Greene clarified that his study did not look at whether kids who were given puberty blockers and cross-sex hormones had a higher risk of suicide. Instead, the study looked at state rules that “facilitate minors accessing those interventions without parental consent and finds that those policies raise suicide risks among young people.”
“To believe that easier access to puberty blockers and cross-sex hormones are not the cause of elevated suicide risk in those states, one would have to be able to imagine other medical interventions that only became widely available after 2010 and would only affect young people,” Greene challenged.
“The lack of theoretically plausible alternatives strengthens the case for concluding that cross-sex medical interventions are the cause of the observed increase in suicide among young people,” he continued.

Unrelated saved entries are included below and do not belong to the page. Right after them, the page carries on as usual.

/**
 * Fringing-flux factor of an air gap (McLyman's correction).
 *
 * F = 1 + (g / sqrt(A)) * ln(2 G / g), with g the gap length in m, A the core
 * cross-section at the gap in m^2 and G the winding-window length in m (along the gapped leg).
 * Multiply the inductance computed without fringing by F (gappedCoreInductance's fringingFactor).
 *
 * Validity: an empirical estimate for gaps small against the pole width and the window.
 * Warning when g > 10 % of sqrt(A) or F > 1.5, where it should be checked by measurement
 * or a field solution (common practice).
 *
 * Reference: C. W. T. McLyman, Transformer and Inductor Design Handbook, 3rd ed. (2004), ch. 8, "Fringing Flux" (chapter from memory).
 *
 * @example
 * gapFringingFactor({ gapLength: quantity(0.5, "mm"), area: quantity(1, "cm^2"), windowLength: quantity(20, "mm") }); // ≈ 1.22
 */
export const gapFringingFactor = /* @__PURE__ */ defineFormula({
  id: "gapFringingFactor",
  title: "Gap fringing factor",
  category: "magnetic circuit",
  description: "Factor by which fringing flux around an air gap raises the inductance (McLyman's empirical correction).",
  equation: "F = 1 + (g / sqrt(A)) * ln(2 G / g)",
  inputs: [
    { name: "gapLength", dimension: "Length", description: "Gap length", domain: POSITIVE, example: 5e-4 },
    { name: "area", dimension: "Area", description: "Core cross-section at the gap", domain: POSITIVE, example: 1e-4 },
    { name: "windowLength", dimension: "Length", description: "Winding-window length G along the gapped leg", domain: POSITIVE, example: 0.02 },
  ],
  output: { dimension: "Dimensionless", description: "Fringing factor (>= 1)" },
  relations: [{ rule: "gapLength < 2 * windowLength", holds: (x) => x.gapLength < 2 * x.windowLength }],
  validity: [
    {
      code: "large_gap",
      when: (x, f) => x.gapLength > 0.1 * Math.sqrt(x.area) || (f as number) > 1.5,
      // The worse of the two ratios to their thresholds (> 1 when warned).
      measure: (x, f) => Math.max(cappedRatio(x.gapLength, 0.1 * Math.sqrt(x.area)), (f as number) / 1.5),
      message: (_x, f) =>
        `fringing factor ${formatNumber(f as number, 3)} with a gap above 10 % of the pole width or F above 1.5: ` +
        "the empirical correction is rough here; check by measurement or a field solution (common practice)",
    },
  ],
  source: { ...MCLYMAN, locator: "ch. 8 (from memory), Fringing Flux: F = 1 + (l_g / sqrt(A_c)) ln(2G / l_g)" },
  // ln(2G/g) from the exact difference near g = 2G (logOfRatio); the product is a positive addend,
  // scaled where g / sqrt(A) alone would overflow or underflow.
  compute: (x) => {
    const g = x.gapLength;
    const G = x.windowLength;
    // 2G overflows only for G above half the largest double; then ln(G / (g/2)), with g/2 exact for
    // g >= 2^-1021, or ln(G/g) + ln 2 where G/g is astronomically large (no cancellation).
    const ln = 2 * G <= Number.MAX_VALUE ? logOfRatio(2 * G, g) : g >= 2 ** -1021 ? logOfRatio(G, g / 2) : logOfRatio(G, g) + Math.LN2;
    if (moderate(g) && moderate(x.area)) return 1 + (g / Math.sqrt(x.area)) * ln;
    const addend = Scaled.of(g).times(ln).div(Scaled.of(x.area).sqrt());
    // Below 2^-60 the addend cannot move 1 (it may even underflow the doubles): F is 1.
    return addend.e < -60 ? 1 : 1 + addend.toNumber();
  },
});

Analyzing Existing Research
Puberty blockers, according to the World Professional Association for Transgender Health (WPATH) and the Endocrine Society, can allow more time for adolescents to explore the gender in which they desire to live, in addition to being safe and totally reversible. They also argue that having access to “gender-affirming” care lowers the likelihood of suicide.
Large hospitals, Democrats, and the Biden administration, which wants to administer the drugs to troubled children, are citing these organizations as experts, including the American Academy of Pediatrics (AAP).
The effects of these medications as a treatment for minors with gender dysphoria have “never been subjected to a large-scale randomized controlled trial (RCT),” according to Greene’s assessment.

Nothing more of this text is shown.